In questo articolo esploro il valore reale del massaggio miofasciale, come integrarlo in un percorso terapeutico completo e perché continua a essere uno strumento efficace quando viene utilizzato con competenza, criterio e visione.
Cos’è davvero il massaggio miofasciale
Il trattamento miofasciale è una tecnica manuale lenta, precisa e orientata al sistema nervoso, che mira a migliorare la qualità del movimento e a ridurre il dolore modulando la risposta dei tessuti e della fascia.
Non è un massaggio “forte” o “profondo”. È un lavoro di ascolto, pressione graduale e contatto prolungato che dialoga con la fascia come sistema sensoriale, non come struttura da “sciogliere”.
- modulare il dolore
- migliorare la percezione corporea
- favorire il rilassamento dei tessuti connettivali
- preparare il corpo a fasi attive del trattamento
- creare un contesto terapeutico di fiducia e sicurezza
Non è quindi un fine, ma un mezzo. Un tassello all’interno di un percorso più ampio.

Perché funziona: il punto di vista neurofisiologico
La fascia non è un tessuto da “rompere” o “scollare”. È un organo sensoriale ricchissimo di recettori nervosi che influenzano:
- percezione del dolore
- tono muscolare
- postura
- movimento
- risposta allo stress
Il trattamento miofasciale agisce proprio su questi recettori, generando:
- riduzione dell’ipersensibilità
- aumento del parasimpatico (rilassamento)
- miglioramento della percezione corporea
- sensazione di “spazio” e libertà nei movimenti
In altre parole: il massaggio miofasciale aiuta il sistema nervoso a sentirsi più sicuro e meno minacciato. E quando il sistema si rilassa, il movimento migliora.
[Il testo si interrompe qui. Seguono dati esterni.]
"""A number being typed is planned at every keystroke that gives a plan, in the keystroke's own pass; one that
gives none ('4' and '45' of a horse's '450') puts the settled plan back at once and is said to be wrong only
when the typing pauses, so the plan kept on screen, stale, is never a half-typed one. Enter and focus-out
settle at once; a save or any flush hands over what is typed."""

from __future__ import annotations

import time

import pytest
from PySide6.QtCore import Qt
from PySide6.QtWidgets import QApplication

from tests.gui.conftest import enter, settle
from ventset.gui.form import TYPING_PAUSE_MS


def _planned_masses(window) -> list[float]:
    seen: list[float] = []
    window.controller.plan_ready.connect(lambda p: seen.append(p.resolved.mass_kg))
    return seen


def _pass() -> None:
    """The event-loop passes one keystroke takes: the replan is one zero-delay timer away."""
    for _ in range(3):
        QApplication.processEvents()


def test_every_keystroke_that_gives_a_plan_is_planned_in_its_own_pass(qtbot, window):
    window.form.species.picked.emit("dog")
    settle(window)
    seen = _planned_masses(window)
    edit = window.form.rows["mass"].edit
    edit.setFocus()
    edit.selectAll()
    for ch, mass in (("1", 1.0), ("8", 18.0), (".", 18.0), ("5", 18.5)):
        qtbot.keyClick(edit, ch)
        _pass()  # no waiting for a pause
        assert window.controller.plan.resolved.mass_kg == pytest.approx(mass)
        assert not window.controller.stale
    assert seen == [1.0, 18.0, 18.5]  # '18.' is the same number as '18': planned once


def test_a_half_typed_number_that_cannot_be_planned_keeps_the_settled_plan(qtbot, window):
    enter(qtbot, window, "horse", "520")
    edit = window.form.rows["mass"].edit
    settled_mass = window.controller.plan.resolved.mass_kg
    assert settled_mass == 520.0 and not window.controller.stale
    errors: list = []
    window.controller.plan_invalid.connect(errors.append)
    edit.selectAll()
    for ch in "45":  # 4 and 45 kg are below a horse's 100 kg
        qtbot.keyClick(edit, ch)
        _pass()
        assert window.controller.plan.resolved.mass_kg == settled_mass  # never a half-typed plan
    assert errors == []  # not said while typing
    time.sleep(TYPING_PAUSE_MS / 1000 * 1.5)
    qtbot.waitUntil(lambda: bool(errors), timeout=10_000)  # the pause: now it is said, on the settled plan
    assert window.controller.stale and window.controller.plan.resolved.mass_kg == settled_mass
    assert "mass" in window.form._errors
    qtbot.keyClick(edit, "0")
    _pass()
    assert window.controller.plan.resolved.mass_kg == 450.0 and not window.controller.stale


def test_enter_plans_at_once(qtbot, window):
    seen = _planned_masses(window)
    edit = window.form.rows["mass"].edit
    edit.setFocus()
    edit.selectAll()
    qtbot.keyClicks(edit, "6.5")
    qtbot.keyClick(edit, Qt.Key.Key_Return)
    QApplication.processEvents()  # no waiting for the pause
    assert window.controller.plan.resolved.mass_kg == pytest.approx(6.5) and seen[-1] == 6.5


def test_focus_out_settles_and_flush_hands_the_typing_over(qtbot, window):
    edit = window.form.rows["mass"].edit
    edit.setFocus()
    edit.selectAll()
    qtbot.keyClicks(edit, "5.5")
    window.form.rows["lean-mass"].edit.setFocus()  # focus out
    QApplication.processEvents()
    assert window.controller.plan.resolved.mass_kg == pytest.approx(5.5)
    edit.setFocus()
    edit.selectAll()
    qtbot.keyClicks(edit, "-")  # cannot be planned: the settled 5.5 kg stays, the error waits for the pause
    assert window.controller.request.patient.mass_kg == pytest.approx(5.5) and not window.controller.stale
    window.controller.flush()  # e.g. before saving: what is typed is handed over, and said
    assert window.controller.stale and window.controller.request.patient.mass_kg == pytest.approx(5.5)
    assert "mass" in window.form._errors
In un approccio multimodale, il massaggio miofasciale non sostituisce il movimento, ma lo facilita.
Come si applica: la tecnica in pratica
Il lavoro miofasciale si caratterizza per:
- 1. Pressioni lente e mantenute
La lentezza permette ai recettori fasciali di “riprogrammarsi” e ridurre la difesa.
- 2. Ascolto del tessuto
La mano segue la direzione di minor resistenza, senza forzare.
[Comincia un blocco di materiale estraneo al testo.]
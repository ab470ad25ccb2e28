"""The Fish irrigation tab's case file and printout (ventset.gui.aquatic_case): save → open gives the same plan and
the same entries, a ventilation case or a hostile file is refused with the reason and the entries are kept, an
out-of-date plan is never saved or printed, and the printout is written."""

from __future__ import annotations

import json
import shutil
import subprocess

import pytest

from ventset import case_irrigation as ci
from ventset import cases, storage
from ventset.aquatic.report import irrigation_to_dict
from ventset.model import STANDING_NOTICE, Patient, Request


@pytest.fixture(autouse=True)
def _data_dir(tmp_path, monkeypatch):
    monkeypatch.setenv(storage.DATA_DIR_ENV, str(tmp_path / "data"))


@pytest.fixture
def panel(qtbot, monkeypatch):
    from ventset.gui.aquatic_case import CaseBar
    from ventset.gui.aquatic_panel import AquaticPanel

    said: list[tuple[str, str, str]] = []
    monkeypatch.setattr(CaseBar, "_message", lambda self, icon, title, text: said.append((icon.name, title, text)))
    p = AquaticPanel()
    qtbot.addWidget(p)
    p.said = said
    return p


def _entries(panel, **values):
    panel.set_values(values)
    panel.replan()
    assert panel.error is None, panel.error


def test_save_then_open_gives_the_same_plan_and_entries(panel, tmp_path):
    _entries(panel, species="shark", name="Fin <i>(invented)</i>", mass="10 kg", **{"water-temperature": "24",
             "salinity": "35 ppt", "saturation": "6.2 mg/L", "system-volume": "300 L", "duration": "1.5 h"})
    planned, entries = irrigation_to_dict(panel.plan), panel.values()
    path = tmp_path / "fin.ventcase"
    assert panel.case_bar.save_case(path) and path.exists()
    assert json.loads(path.read_text())["plan"] == planned
    _entries(panel, species="carp_koi", name="", mass="2 kg", **{"water-temperature": "20", "salinity": "0",
             "saturation": "", "system-volume": "", "duration": ""})
    assert irrigation_to_dict(panel.plan) != planned
    assert panel.case_bar.open_case(path)
    assert irrigation_to_dict(panel.plan) == planned and panel.said == []  # nothing differs, nothing to say
    assert panel.values()["species"] == "shark" and panel.values()["name"] == entries["name"]
    assert panel.edits["duration"].text() == "90 min" and panel.edits["saturation"].text() == "6.2 mg/L"
    assert str(path) in panel.case_bar.status.plainText()


def test_opening_a_ventilation_case_or_a_hostile_file_keeps_the_entries(panel, tmp_path):
    dog = tmp_path / "dog.ventcase"
    cases.save_case(dog, cases.case_for_request(Request(Patient("dog", 20.0))))
    before = panel.values()
    assert not panel.case_bar.open_case(dog)
    icon, title, text = panel.said[-1]
    assert icon == "Warning" and "field 'kind' is 'ventilation'" in text and panel.values() == before
    hostile = tmp_path / "hostile.ventcase"
    ci.save_irrigation_case(hostile, ci.irrigation_case_for_request(ci.IrrigationRequest("koi", 2.0)))
    data = json.loads(hostile.read_text())
    data["request"]["name"] = "Goldie\u202e gk 2"
    hostile.write_text(json.dumps(data))
    assert not panel.case_bar.open_case(hostile)
    assert "field 'request.name' holds an invisible direction control" in panel.said[-1][2]
    assert panel.values() == before


def test_a_stored_plan_that_differs_is_reported_on_opening(panel, tmp_path):
    path = tmp_path / "koi.ventcase"
    ci.save_irrigation_case(path, ci.irrigation_case_for_request(ci.IrrigationRequest("koi", 2.0, 20.0, 0.0)))
    data = json.loads(path.read_text())
    data["plan"]["irrigation"]["flow_l_min"] = 4.0
    path.write_text(json.dumps(data))
    assert panel.case_bar.open_case(path)
    icon, title, text = panel.said[-1]
    assert icon == "Information" and "Irrigation flow: stored 4 L/min, now 1.56 L/min" in text


def test_an_out_of_date_plan_is_never_saved_or_printed(panel, tmp_path):
    panel.set_field("salinity", "60")
    path, pdf = tmp_path / "stale.ventcase", tmp_path / "stale.pdf"
    assert not panel.case_bar.save_case(path) and not path.exists()
    assert "Salinity" in panel.said[-1][2]
    assert panel.case_bar.write_pdf(pdf) is None and not pdf.exists()
    assert panel.edits["salinity"].text() == "60"  # what was typed is kept


def test_a_name_with_a_control_character_marks_the_name(panel):
    panel.set_field("name", "Goldie\x1b[2J")
    panel.replan()
    assert panel.error is not None and panel.error.field == "Patient name"
    assert panel.edits["name"].styleSheet() != ""


@pytest.mark.skipif(not shutil.which("pdftotext"), reason="pdftotext missing (Debian poppler-utils)")
def test_the_printout_is_written_with_the_flow_and_the_notice(panel, tmp_path):
    _entries(panel, species="carp_koi", name="Goldie (invented)", mass="2 kg",
             **{"water-temperature": "20", "salinity": "0"})
    case = tmp_path / "goldie.ventcase"
    assert panel.case_bar.save_case(case)
    pdf = panel.case_bar.write_pdf(tmp_path / "goldie.pdf")
    assert pdf is not None and pdf.read_bytes().startswith(b"%PDF")
    text = " ".join(subprocess.run(["pdftotext", str(pdf), "-"], capture_output=True, text=True,
                                   check=True).stdout.split())
    assert "1.56 L/min" in text  # 2 kg koi at 20 °C, as in tests/test_aquatic_cli.py and the panel's headline
    assert " ".join(STANDING_NOTICE.split()) in text and "Goldie (invented)" in text
    assert "case goldie.ventcase" in text and "1 page" in panel.case_bar.status.plainText()


def test_dialogs_cancelled_change_nothing(panel, tmp_path, monkeypatch):
    from ventset.gui.aquatic_case import CaseBar

    monkeypatch.setattr(CaseBar, "pick_save_path", lambda self, *a: "")
    monkeypatch.setattr(CaseBar, "pick_open_path", lambda self, *a: "")
    before = panel.values()
    assert not panel.case_bar.save_case() and not panel.case_bar.open_case()
    assert panel.case_bar.write_pdf() is None and panel.values() == before and panel.case_bar.path is None
    chosen = tmp_path / "picked"
    monkeypatch.setattr(CaseBar, "pick_save_path", lambda self, *a: str(chosen))
    assert panel.case_bar.save_case() and (tmp_path / "picked.ventcase").exists()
- 3. Assenza di scivolamento
Si lavora senza olio, per creare un contatto stabile e profondo.
- 4. Movimenti ampi e continui
Si accompagna il tessuto, non lo si “lavora”.
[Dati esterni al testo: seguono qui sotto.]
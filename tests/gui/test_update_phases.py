"""How an edit reaches the screen: the numbers first, painted in the keystroke's pass; the plots after; a hidden
tab when it is shown, before it paints."""

from __future__ import annotations

import numpy as np
from PySide6.QtCore import QEvent, QObject, Qt
from PySide6.QtWidgets import QApplication

from tests.gui.conftest import enter, settle
from ventset.units import fmt


class _Paints(QObject):
    """Records, in order, each paint of the watched widgets."""

    def __init__(self, log: list[str], name: str) -> None:
        super().__init__()
        self.log, self.name = log, name

    def eventFilter(self, obj, e) -> bool:  # noqa: N802 - Qt override
        if e.type() == QEvent.Type.Paint:
            self.log.append(self.name)
        return False


def _type_digit(window, key: str = "mass") -> None:
    edit = window.form.rows[key].edit
    edit.setFocus()
    edit.end(False)
    from PySide6.QtTest import QTest

    QTest.keyClick(edit, Qt.Key.Key_5)


def test_the_numbers_are_painted_before_the_plots_are_drawn(qtbot, window):
    settle(window)
    log: list[str] = []
    tile = window.settings_panel.tiles["set_vt"].value
    watcher = _Paints(log, "tile painted")
    tile.installEventFilter(watcher)
    waves_before = [a.copy() for a in window.wave_plot.curve_data()]
    seen: dict = {}

    def numbers(plan) -> None:  # runs after the window's own slot for the same signal
        log.append("numbers set")
        seen["tile"] = tile.text()
        seen["waves"] = [a.copy() for a in window.wave_plot.curve_data()]

    window.controller.plan_ready.connect(numbers)
    window.controller.plan_views.connect(lambda plan: log.append("views drawn"))
    _type_digit(window)
    qtbot.waitUntil(lambda: "views drawn" in log, timeout=3000)
    plan = window.controller.plan
    # The first phase shows the new plan's numbers while the plots still hold the last plan's curves.
    assert seen["tile"] == fmt(plan.ventilation.set_tidal_volume_ml)
    assert all(np.array_equal(a, b) for a, b in zip(seen["waves"], waves_before, strict=True))
    # The tile is painted with them before the second phase starts drawing.
    assert log.index("numbers set") < log.index("tile painted") < log.index("views drawn")
    # Then the plots show the same plan.
    assert any(not np.array_equal(a, b) for a, b in zip(window.wave_plot.curve_data(), waves_before,
                                                        strict=True))
    tile.removeEventFilter(watcher)


def test_flush_runs_both_phases(qtbot, window):
    waves_before = [a.copy() for a in window.wave_plot.curve_data()]
    window.form.set_text("mass", "7.5")
    window.controller.flush()  # no event loop: the views are drawn too
    assert window.controller.plan.resolved.mass_kg == 7.5
    assert any(not np.array_equal(a, b) for a, b in zip(window.wave_plot.curve_data(), waves_before,
                                                        strict=True))


def test_a_hidden_tab_shows_the_current_plan_as_soon_as_it_is_shown(qtbot, window):
    settle(window)
    window.form.set_text("mass", "7.5")
    settle(window)
    plan = window.controller.plan
    assert plan.resolved.mass_kg == 7.5
    expected = fmt(plan.ventilation.tidal_volume_ml)
    window.tabs.setCurrentWidget(window.derived)
    # Drawn when the tab became current: before any event (and so any paint) has been processed.
    assert window.derived.values["patient_vt"][1].text() == expected
    window.tabs.setCurrentWidget(window.assumptions)
    names = {window.assumptions.item(r, 0).text() for r in range(window.assumptions.rowCount())}
    assert names == {a.name for a in plan.assumptions}


def test_the_tab_shown_follows_each_edit_and_the_plots_catch_up_when_shown_again(qtbot, window):
    window.tabs.setCurrentWidget(window.derived)
    settle(window)
    waves_before = [a.copy() for a in window.wave_plot.curve_data()]
    window.form.set_text("mass", "9")
    settle(window)
    plan = window.controller.plan
    assert window.derived.values["patient_vt"][1].text() == fmt(plan.ventilation.tidal_volume_ml)
    assert all(np.array_equal(a, b) for a, b in zip(window.wave_plot.curve_data(), waves_before, strict=True))
    window.tabs.setCurrentIndex(0)  # the plots tab
    assert any(not np.array_equal(a, b) for a, b in zip(window.wave_plot.curve_data(), waves_before,
                                                        strict=True))
    QApplication.processEvents()


def test_a_plot_whose_data_did_not_change_is_not_drawn_again(qtbot, window):
    """A new patient name makes a new plan with the same numbers: the breath, waveform and dead-space plots
    keep what they drew (the same data objects) and do not paint."""
    settle(window)
    for _ in range(6):  # the first show's paints are done
        QApplication.processEvents()
    before = (window.breath_plot.data, window.sens_plot.data, window.wave_plot.data)
    log: list[str] = []
    watchers = [_Paints(log, name) for name in ("breath", "sens", "waves")]
    for w, card in zip(watchers, (window.breath_plot, window.sens_plot, window.wave_plot), strict=True):
        card.widget.viewport().installEventFilter(w)
    plan_before = window.controller.plan
    qtbot.keyClicks(window.form.name_edit, "x")
    settle(window)
    for _ in range(6):
        QApplication.processEvents()
    assert window.controller.plan is not plan_before and window.controller.plan.request.patient.name.endswith("x")
    assert (window.breath_plot.data, window.sens_plot.data, window.wave_plot.data) == before
    assert all(a is b for a, b in zip((window.breath_plot.data, window.sens_plot.data, window.wave_plot.data),
                                      before, strict=True))
    assert log == []
    type_mass = window.form.rows["mass"].edit  # a new mass: all three draw again
    type_mass.setFocus()
    type_mass.selectAll()
    qtbot.keyClicks(type_mass, "6")
    settle(window)
    for _ in range(6):
        QApplication.processEvents()
    assert all(a is not b for a, b in zip((window.breath_plot.data, window.sens_plot.data, window.wave_plot.data),
                                          before, strict=True))
    assert {"breath", "sens", "waves"} <= set(log)


def test_a_new_theme_recolours_the_map_though_its_data_did_not_change(window):
    """The map's zones are the same cells after a theme change, but in the new theme's colours."""
    mp = window.map_plot
    day = mp.image.image.copy()
    window.set_theme("night")
    settle(window)
    assert mp.map is not None and np.array_equal(mp.image.image, mp.lut[mp.map.cell])
    assert not np.array_equal(mp.image.image, day)


def test_a_fields_tooltip_names_the_default_in_use_now(qtbot, window):
    """The tooltip of an empty field names the value the plan used and its source, from the plan's own
    assumption record, and follows the plan (the body temperature of a cat, then of a horse)."""
    def said(plan):
        a = next(a for a in plan.assumptions if a.name.startswith("Body temperature"))
        return f"{fmt(a.value)} {a.unit}"

    row = window.form.rows["body-temperature"]
    cat = window.controller.plan
    assert said(cat) in row.edit.toolTip() and "Default used now" in row.edit.toolTip()
    enter(qtbot, window, "horse", "450")
    horse = window.controller.plan
    assert horse.resolved.species == "horse" and said(horse) != said(cat)
    assert said(horse) in row.edit.toolTip() and said(cat) not in row.edit.toolTip()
- 5. Coinvolgimento del respiro
Il respiro del paziente diventa parte del trattamento.
Quando è particolarmente utile
- 1. Dolore muscolare e tensioni persistenti
Aiuta a modulare il dolore e a ridurre la sensazione di rigidità.
- 2. Lombalgia e cervicalgia non specifica
Favorisce rilassamento, riduce la paura del movimento e migliora la percezione corporea. Identifica le aree iperalgiche, trigger-point.
- 3. Recupero post-infortunio
Prepara i tessuti al carico e migliora la qualità del movimento.
- 4. Stress e somatizzazioni
Il contatto manuale e competente ha un effetto calmante sul sistema nervoso.
È ideale nelle prime fasi della terapia per “abbassare il volume” del dolore e preparare il corpo al lavoro attivo.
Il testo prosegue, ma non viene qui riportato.